The responsibility (and cost) of wielding influence with empathy


28/12/2025

Michelle Singer Reiner and Robert Reiner posing at an event.

Rap star Nicki Minaj officially joined the ranks of MAGA during Turning Point USA’s America Fest convention. Accompanying Charlie Kirk’s widow Erika onstage, she heaped extravagant praise upon President Donald Trump and Vice President JD Vance. Not so long ago, Minaj was heartily critical of Trump, particularly in response to his attitude towards immigrants; then, during the pandemic, she began spouting anti-vaccination rhetoric—an indicator for the descent into an alt-right grifting career. While Minaj following this path isn’t totally surprising, listening to her dub Trump as a “dashing, handsome […] role model” was not on my 2025 Bingo Card.

Many online have—probably accurately—designated this as Certified Broke Behavior. Some have posited that she’s cosying up to the Tangerine Man in the hopes he will pardon her husband for crimes including attempted rape and failure to register as a sex offender. It’s shudder-inducing to watch anyone fawn over Trump, and the sheer transparency of it is cringeworthy. Even worse is that he laps it up. Trump, a man who ought to operate with a modicum of class and decency and sophistication—as any President should—preens and poses and rewards loyalty of any kind with oily words and metaphorical head-pats. He doesn’t even care if loyalty and praise stems from an authentic place. What he expects is a bend of the knee and a toe of the line. Bend to his power and submit to his regime, and you’re in with MAGA. 

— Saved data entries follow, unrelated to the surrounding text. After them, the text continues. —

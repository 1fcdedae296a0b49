//! Window-size study: how picking noise and structural detail trade off with the window on the
//! user's own horizon, a map that chooses the window cell by cell, and the single window to use.
//! Pure computation on a positive-down depth grid.
//!
//! - Noise of the horizon: the residuals `r = z - f` at the centres of full 3 x 3 quadric fits
//!   have variance `sigma^2 (1 - h)`, `h` the centre's leverage (the centre weight of the `f`
//!   kernel; hat matrices are idempotent). The estimator is the normalised median absolute
//!   deviation of those residuals, `1.4826 MAD / sqrt(1 - h)` (robust to outlier picks; Hampel
//!   1974, from memory). Structure beyond quadratic also enters the residuals, so on rough
//!   horizons this is an upper bound.
//! - Attribute noise per window: the horizon plus seeded white noise of the estimated level is
//!   fitted again and the RMS change of the attribute measured (exact for the linear
//!   coefficients in expectation, and valid for the nonlinear attributes too).
//! - Per-cell window (the adaptive map): a pooled form of Lepski's sequential test (Lepski 1991,
//!   Theory Probab. Appl. 35:454; from memory). From the smallest window up, window k is kept
//!   while the mean, over the `(2 POOL_RADIUS + 1)^2` box around the cell, of the squared change
//!   of the fitted derivatives from window k-1 stays within its step's threshold times its
//!   expectation under noise alone. The derivatives are those the attribute is made of
//!   ([`DerivativeOrder`]: the Hessian for curvatures, the gradient for dip): they are linear in
//!   the data, so noise leaves them unbiased and their noise statistics follow exactly from the
//!   window kernels; comparing a nonlinear attribute itself (k_pos, curvedness) would read its
//!   noise-induced bias, which shrinks with the window, as structure. Pooling is our choice:
//!   tests on single cells (the intersection of confidence intervals, Katkovnik 1999, IEEE
//!   Trans. Signal Process. 47:2567, or Lepski's test per cell) stop at a small window by chance
//!   often enough that those cells, whose noise is hundreds of times the largest window's,
//!   dominate the error on flat ground; structure is coherent over neighbouring cells.
//! - Expected change per cell: for nested least-squares fits the larger window is efficient, so
//!   the variance of the change is the difference of the two windows' variances (Hausman 1978,
//!   Econometrica 46:1251; from memory), taken from each cell's own fit
//!   ([`fit_quadrics_with_noise`](crate::surface::window::fit_quadrics_with_noise)); windows
//!   thinned by nulls near gaps and grid edges are so judged by their own, larger noise.
//! - Step thresholds: under white noise the pooled squared change is a Gaussian quadratic form
//!   whose cumulants follow from the window kernels' cross-correlations; its tail is modelled
//!   by Pearson's three-moment chi-square (Pearson 1959, Biometrika 46:364; as used by Imhof
//!   1961, Biometrika 48:419; both from memory). Each step's false-stop probability comes from
//!   the propagation condition (Polzehl & Spokoiny 2006, Probab. Theory Relat. Fields 135:335;
//!   Spokoiny & Vial 2009, Ann. Statist. 37:2783; both from memory): on structureless ground
//!   the choice may cost at most [`thresholds::PROPAGATION_ALPHA`] more derivative noise power than always
//!   taking the largest window, shared equally between the steps, so a stop at a noisy small
//!   window must be very improbable and a stop at a large one may be less so. The tail shape is
//!   that of full windows.
//! - Recommended window: the single window whose map is closest (RMS) to the adaptive map, the
//!   best estimate of the attribute the study has.
//!
//! The parts: [`noise`] estimates the horizon's noise; [`thresholds`] is the noise model of the
//! derivative changes between windows and the step tests; [`choice`] pools the changes and
//! makes the per-cell choice. This module runs the study ([`plan`], [`StudyPlan::run`]), gives
//! the per-window figures and the recommendation.
//!
//! Memory: the grid streams in batches of rows. Per batch every window is fitted to the clean
//! horizon over the batch and the [`POOL_RADIUS`] rows either side (the pooled test's reach)
//! and to the perturbed horizon over the batch (its rows generated from the seeded stream for
//! the batch and half the largest window either side); the cells choose their window and the
//! batch's per-cell results go to the caller. The figures are running sums in the grid's
//! row-major order (the same bits as sums over whole maps, for any batch size) and, for the
//! quantile-based ones, quantile sketches ([`crate::stats::sketch`]). So besides the input only
//! one batch is held, however many windows; the horizon noise estimate's residuals (one a
//! fitted cell, before the fits) are the only grid-sized array.

pub mod busts;
pub mod choice;
pub mod colour;
pub mod footprint;
pub mod noise;
pub mod thresholds;
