//! Curvature attributes of a local quadric (Roberts 2001, "Curvature attributes and their
//! application to 3D interpreted horizons", First Break 19(2):85-99; curvedness and shape
//! index after Koenderink & van Doorn 1992, Image and Vision Computing 10(8):557-564).
//!
//! Sign convention: the quadric is fitted to a positive-down surface (depth, or time converted
//! to depth; elevation grids are negated first), which makes **antiforms positive**: a dome
//! has positive mean curvature and shape index +1, a bowl -1.
//! Units of the outputs: curvatures in 1/km, Gaussian curvature in 1/km^2, dip and azimuths in
//! degrees, curvedness in 1/km, shape index dimensionless.
//! Undefined values are `None` (written as nodata): dip, strike and contour curvature and dip
//! azimuth where the surface is flat, and shape index where it is planar, both judged against
//! the round-off level of the fit ([`FlatTolerance`]).
//!
//! A new attribute is one formula function and one row of [`ATTRIBUTES`].

use crate::bands::{BandInfo, ScaleKind};
use crate::surface::window::{Quadric, QuadricField};
use ndarray::Array2;
use rayon::prelude::*;

/// One attribute: its band id, unit, description, colour-scale kind and formula.
pub struct AttributeDef {
    /// Band description written to the GeoTIFF (stable id).
    pub id: &'static str,
    /// Unit of the written values.
    pub unit: &'static str,
    /// What it is, in a few words.
    pub description: &'static str,
    /// The colour-scale family of its values (cyclic ones are averaged as angles).
    pub scale: ScaleKind,
    /// The fitted derivatives it is mainly made of (the window study compares these between
    /// windows).
    pub order: DerivativeOrder,
    formula: fn(&LocalSurface) -> Option<f64>,
}

/// Which derivatives of the fitted quadric an attribute is mainly made of.
#[derive(Clone, Copy, Debug, PartialEq, Eq)]
pub enum DerivativeOrder {
    /// The gradient (z_x, z_y): dip and dip azimuth.
    First,
    /// The Hessian (z_xx, z_yy, z_xy): every curvature attribute.
    Second,
}

impl DerivativeOrder {
    /// The derivatives of this order of `q` as a vector whose Euclidean norm is rotation
    /// invariant: (z_x, z_y, 0) or (z_xx, z_yy, sqrt(2) z_xy) (the Frobenius norm of the
    /// Hessian), in CRS length units.
    pub fn vector(self, q: &Quadric) -> [f64; 3] {
        match self {
            DerivativeOrder::First => [q.d, q.e, 0.0],
            DerivativeOrder::Second => [2.0 * q.a, 2.0 * q.b, std::f64::consts::SQRT_2 * q.c],
        }
    }

    /// The rows over the quadric's coefficients (a, b, c, d, e, f) of [`Self::vector`] (which
    /// is linear in them), for noise propagation.
    pub fn functionals(self) -> [[f64; 6]; 3] {
        let mut rows = [[0.0; 6]; 3];
        for j in 0..6 {
            let mut c = [0.0; 6];
            c[j] = 1.0;
            let unit = Quadric {
                a: c[0],
                b: c[1],
                c: c[2],
                d: c[3],
                e: c[4],
                f: c[5],
            };
            for (row, v) in rows.iter_mut().zip(self.vector(&unit)) {
                row[j] = v;
            }
        }
        rows
    }
}

/// The Roberts (2001) attribute set, in the band order written.
pub const ATTRIBUTES: [AttributeDef; 13] = [
    AttributeDef {
        id: "k_mean",
        unit: "1/km",
        description: "mean curvature",
        scale: ScaleKind::Diverging,
        order: DerivativeOrder::Second,
        formula: |s| Some(s.k_mean * KM),
    },
    AttributeDef {
        id: "k_gauss",
        unit: "1/km^2",
        description: "Gaussian curvature",
        scale: ScaleKind::Diverging,
        order: DerivativeOrder::Second,
        formula: |s| Some(s.k_gauss * KM * KM),
    },
    AttributeDef {
        id: "k_max",
        unit: "1/km",
        description: "maximum principal curvature",
        scale: ScaleKind::Diverging,
        order: DerivativeOrder::Second,
        formula: |s| Some(s.k_max * KM),
    },
    AttributeDef {
        id: "k_min",
        unit: "1/km",
        description: "minimum principal curvature",
        scale: ScaleKind::Diverging,
        order: DerivativeOrder::Second,
        formula: |s| Some(s.k_min * KM),
    },
    AttributeDef {
        id: "k_pos",
        unit: "1/km",
        description: "most-positive curvature",
        scale: ScaleKind::Diverging,
        order: DerivativeOrder::Second,
        formula: |s| Some(s.k_pos() * KM),
    },
    AttributeDef {
        id: "k_neg",
        unit: "1/km",
        description: "most-negative curvature",
        scale: ScaleKind::Diverging,
        order: DerivativeOrder::Second,
        formula: |s| Some(s.k_neg() * KM),
    },
    AttributeDef {
        id: "k_dip",
        unit: "1/km",
        description: "dip curvature",
        scale: ScaleKind::Diverging,
        order: DerivativeOrder::Second,
        formula: |s| s.k_dip().map(|k| k * KM),
    },
    AttributeDef {
        id: "k_strike",
        unit: "1/km",
        description: "strike curvature",
        scale: ScaleKind::Diverging,
        order: DerivativeOrder::Second,
        formula: |s| s.k_strike().map(|k| k * KM),
    },
    AttributeDef {
        id: "k_contour",
        unit: "1/km",
        description: "contour curvature",
        scale: ScaleKind::Diverging,
        order: DerivativeOrder::Second,
        formula: |s| s.k_contour().map(|k| k * KM),
    },
    AttributeDef {
        id: "curvedness",
        unit: "1/km",
        description: "curvedness",
        scale: ScaleKind::Sequential,
        order: DerivativeOrder::Second,
        formula: |s| Some(s.curvedness() * KM),
    },
    AttributeDef {
        id: "shape_index",
        unit: "1",
        description: "shape index (dome +1, bowl -1)",
        scale: ScaleKind::ShapeIndex,
        order: DerivativeOrder::Second,
        formula: LocalSurface::shape_index,
    },
    AttributeDef {
        id: "dip",
        unit: "degree",
        description: "dip angle",
        scale: ScaleKind::Sequential,
        order: DerivativeOrder::First,
        formula: |s| Some(s.dip_degrees()),
    },
    AttributeDef {
        id: "dip_azimuth",
        unit: "degree",
        description: "down-dip azimuth from grid north",
        scale: ScaleKind::Cyclic { period: 360.0 },
        order: DerivativeOrder::First,
        formula: LocalSurface::dip_azimuth,
    },
];
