impl LatticeReport {
    /// One line for reports: points, where the lattice came from, axis azimuth, bins, worst
    /// misfit and its line, null nodes, skipped free text.
    pub fn describe(&self) -> String {
        let source = match &self.numbering {
            Some(n) => format!(
                "inlines {}..{} step {} (rows) x crosslines {}..{} step {} (columns)",
                n.inline_first,
                n.inline_last,
                n.inline_step,
                n.crossline_first,
                n.crossline_last,
                n.crossline_step
            ),
            None => "a lattice found from x, y alone".to_string(),
        };
        let preamble = match self.preamble {
            Some((a, b)) if a == b => format!("; line {a} before the header skipped as free text"),
            Some((a, b)) => format!("; lines {a}..{b} before the header skipped as free text"),
            None => String::new(),
        };
        format!(
            "{} points on {source}; column axis at {:.3} deg, row axis at {:.3} deg from grid north; bins {:.4} x {:.4} CRS units; worst misfit {:.4} ({:.3} of the smaller bin) at line {}; {} null nodes ({} without a point{}){preamble}",
            self.points,
            self.column_azimuth,
            self.row_azimuth,
            self.column_bin,
            self.row_bin,
            self.worst_misfit,
            self.worst_misfit_share,
            self.worst_misfit_line,
            self.null_nodes,
            self.empty_nodes,
            if self.repeated > 0 {
                format!(", {} repeated lines read once", self.repeated)
            } else {
                String::new()
            }
        )
    }
}

/// A point list read onto its lattice.
#[derive(Clone, Debug)]
pub struct PointGrid {
    /// Number of columns.
    pub cols: usize,
    /// Number of rows.
    pub rows: usize,
    /// GDAL geotransform `[x0, dx/dcol, dx/drow, y0, dy/dcol, dy/drow]`, CRS units; cell
    /// (col, row) has its centre at `x0 + (col + 0.5) dx/dcol + (row + 0.5) dx/drow`, and
    /// likewise for y.
    pub geo_transform: [f64; 6],
    /// One array per value column, `[row, col]`, NaN where null or without a point; values
    /// exactly as written in the file.
    pub bands: Vec<Array2<f64>>,
    /// Name and unit of each band.
    pub value_columns: Vec<ValueColumn>,
    /// How the lattice was found and how well the points fit it.
    pub lattice: LatticeReport,
}

impl PointGrid {
    /// The grid's placement with the CRS the caller attaches (`crs_wkt`, `metres_per_unit`
    /// as in [`GridGeometry`]).
    pub fn geometry(&self, crs_wkt: String, metres_per_unit: f64) -> GridGeometry {
        GridGeometry {
            cols: self.cols,
            rows: self.rows,
            geo_transform: self.geo_transform,
            crs_wkt,
            metres_per_unit,
        }
    }
}

/// Whether `path` looks like a point list, from its first 8 KB: text (no NUL or other control
/// bytes) that is not one of the text raster formats GDAL reads itself (ESRI ASCII grid
/// `ncols ...`, Surfer `DSAA`, GRASS ASCII `north: ...`, XML such as VRT, JSON), laid out as
/// [`parse_points`] reads it, with
/// - a header of at least 3 names, some of them recognised column names (whatever follows:
///   the reader then names any bad line), possibly below free text; or
/// - a first data line of at least 3 numbers or null words, below a header of at least 3
///   names or numbers when there is one.
pub fn is_point_list(path: &Path) -> bool {
    sniff_text(path).is_some_and(|text| sniff(&text))
}

/// Whether `path` is a text file that is not one of the text raster formats GDAL reads (see
/// [`is_point_list`]). When GDAL cannot open such a file, [`read_points`] says why in one line
/// naming the file line (or reads it, when only its first 8 KB hid that it is a point list),
/// where GDAL's own message would not: the raster reader can hand such files to it.
pub fn is_plain_text(path: &Path) -> bool {
    sniff_text(path).is_some()
}

const SNIFF_BYTES: usize = 8192;

/// First content lines of GDAL's text raster formats, lower-cased.
const RASTER_STARTS: [&str; 12] = [
    "ncols", "nrows", "xllc", "yllc", "dsaa", "dsrb", "north:", "south:", "rows:", "cols:", "<",
    "{",
];

/// The first 8 KB of `path` as text without a last line cut short; `None` for an unreadable or
/// binary file or one of GDAL's text raster formats.
fn sniff_text(path: &Path) -> Option<String> {
    let file = std::fs::File::open(path).ok()?;
    let mut bytes = Vec::with_capacity(SNIFF_BYTES);
    file.take(SNIFF_BYTES as u64).read_to_end(&mut bytes).ok()?;
    let binary = |b: &u8| *b < 0x20 && !matches!(*b, b'\t' | b'\n' | b'\r' | 0x0c);
    if bytes.iter().any(binary) {
        return None;
    }
    let mut text = String::from_utf8_lossy(&bytes).into_owned();
    if bytes.len() == SNIFF_BYTES {
        text.truncate(text.rfind(['\n', '\r']).unwrap_or(0));
    }
    let first = content_lines(&text)
        .next()
        .map(|(_, l)| l.trim().to_ascii_lowercase());
    if first.is_some_and(|l| RASTER_STARTS.iter().any(|s| l.starts_with(s))) {
        return None;
    }
    Some(text)
}

fn sniff(text: &str) -> bool {
    let layout = layout(content_lines(text));
    let numeric = |line: &str| {
        let mut splitter = Splitter::new(layout.delimiter);
        let fields = splitter.split(line);
        fields.len() >= 3
            && fields
                .iter()
                .all(|f| is_null_word(f) || f.parse::<f64>().is_ok())
    };
    let data_numeric = layout.data.is_some_and(|(_, line)| numeric(line));
    let Some((_, names)) = &layout.header else {
        return data_numeric;
    };
    let name_like = |f: &String| {
        f.chars()
            .next()
            .is_some_and(|c| c.is_alphabetic() || c == '_')
    };
    let name_or_number = |f: &String| name_like(f) || f.parse::<f64>().is_ok();
    names.len() >= 3
        && (names.iter().any(|n| role_name(n))
            || (layout.preamble.is_none() && names.iter().all(name_or_number) && data_numeric))
}

/// Reads the point list at `path` onto its lattice (see [`parse_points`]).
pub fn read_points(path: &Path, options: &PointOptions) -> Result<PointGrid> {
    let bytes = std::fs::read(path).map_err(|e| FlexureError::read(path, e))?;
    if bytes.iter().take(SNIFF_BYTES).any(|&b| b == 0) {
        return Err(FlexureError::input(
            path,
            "is a binary file, not a point list: give a text export (x y z per line) or a raster",
        ));
    }
    let text = String::from_utf8_lossy(&bytes);
    parse_points(&text, path, options)
}

/// Reads point-list `text` onto its lattice; `path` is used only in messages. Pure.
///
/// Format: one point a line, fields separated by semicolons, tabs, commas or spaces (detected
/// from the header, else the first data line; see [`Delimiter::detect`]); blank lines and
/// lines starting with `#` are skipped; an optional header line of names, the line of names
/// just before the first data line (a line of at least 3 fields, mostly numbers); free text
/// lines above the header are skipped and reported ([`LatticeReport::preamble`]). Column roles
/// come from `options.columns`, else from the header (see [`ColumnRole::parse_list`] for the
/// names; `z`, `depth`, `time`, `twt`, `value`, `elevation` are known value names, and once x
/// and y are found every other column is a value column), else from the field count. In value
/// columns, values equal to an `options.nodata` sentinel, an empty field and the null words
/// `nan`, `null`, `n/a`, `na`, `#n/a`, `-` (any case) are nulls; coordinates and line numbers
/// must be numbers.
///
/// Errors (one line each, naming the file line where there is one): unreadable columns,
/// non-numeric fields, points off the lattice by more than the tolerance (with a fit that a
/// few wrong points cannot pull, so a typo is named by its line), scattered points that need
/// gridding, a lattice too large or too sparse for its points, nodes given twice with
/// different values, fewer than 3 x 3 points or nodes.
pub fn parse_points(text: &str, path: &Path, options: &PointOptions) -> Result<PointGrid> {
    let fail = |reason: String| FlexureError::input(path, reason);
    let tolerance = options.lattice_tolerance;
    if !(tolerance > 0.0 && tolerance < 0.5) {
        return Err(FlexureError::Parameter(format!(
            "--lattice-tolerance {tolerance} is outside 0..0.5: give the largest allowed distance from a lattice node as a share of the smaller bin (default 0.05)"
        )));
    }
    let layout = layout(content_lines(text));
    let Some((data_line, data_first)) = layout.data else {
        return Err(fail(match &layout.header {
            Some((line, names)) if names.iter().any(|n| role_name(n)) => format!(
                "line {line} is a header but no data lines follow (a data line has at least 3 fields, mostly numbers): give the points below it"
            ),
            Some((line, _)) => format!(
                "has no data line (one of at least 3 fields, mostly numbers; the first line with content is line {line}): give a point list with x, y and value columns, one point per line"
            ),
            None => "holds no data lines: give a point list with x, y and value columns"
                .to_string(),
        }));
    };
    let mut splitter = Splitter::new(layout.delimiter);
    let first = {
        let mut fields = splitter.split(data_first);
        let fits = layout
            .header
            .as_ref()
            .is_none_or(|(_, names)| fields.fit(names.len()));
        FirstData {
            line: data_line,
            text: data_first,
            fields: fields.len(),
            fits,
        }
    };
    let columns = resolve_columns(layout.header.as_ref(), &first, layout.delimiter, options)
        .map_err(&fail)?;
    let lines = content_lines(text).skip_while(|&(line, _)| line < data_line);
    let points = read_fields(lines, &mut splitter, &columns, options).map_err(&fail)?;
    if points.len() >= u32::MAX as usize {
        return Err(fail(format!(
            "holds {} points, more than flexure reads from one list; give a raster",
            points.len()
        )));
    }
    enough(points.len(), "points").map_err(&fail)?;
    let value_columns: Vec<ValueColumn> = columns
        .iter()
        .filter(|c| c.role == Role::Value)
        .map(|c| ValueColumn {
            name: c.name.clone(),
            unit: c.unit.clone(),
        })
        .collect();
    let (indices, numbering) = if points.has_numbering {
        let (cols, rows, numbering) = lattice_from_numbering(&points);
        ((cols, rows), Some(numbering))
    } else {
        let indices = lattice_from_coordinates(&points, tolerance).map_err(&fail)?;
        (indices, None)
    };
    let reading = Reading {
        numbering,
        value_columns,
        preamble: layout.preamble,
        tolerance,
    };
    place(points, indices, reading).map_err(fail)
}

In 2025 the topic of celebrity endorsement was dwelled-on with vigor. Some consider it to be the duty of the rich and famous: their privilege and exposure give them the unique power to step to the government in a tangible way. Others push back against this, insisting that pop stars and actors should stick to their own sphere and restrain themselves from attempting to sway the political landscape. Taylor Swift received both criticism and defence when she did not speak out against the official White House Tiktok using one of her new songs for the United States Immigration and Custom Enforcement (ICE) agency. The anger towards her silence was exacerbated by the fact that younger pop girls Olivia Rodrigo and Sabrina Carpenter both swiftly and angrily denounced the usage of their art for such a cause. Be it complacency or a lesson in emotional intelligence, the incident drove an extra-charged train of discourse through the planes of the entertainment industry’s overlap with politics. 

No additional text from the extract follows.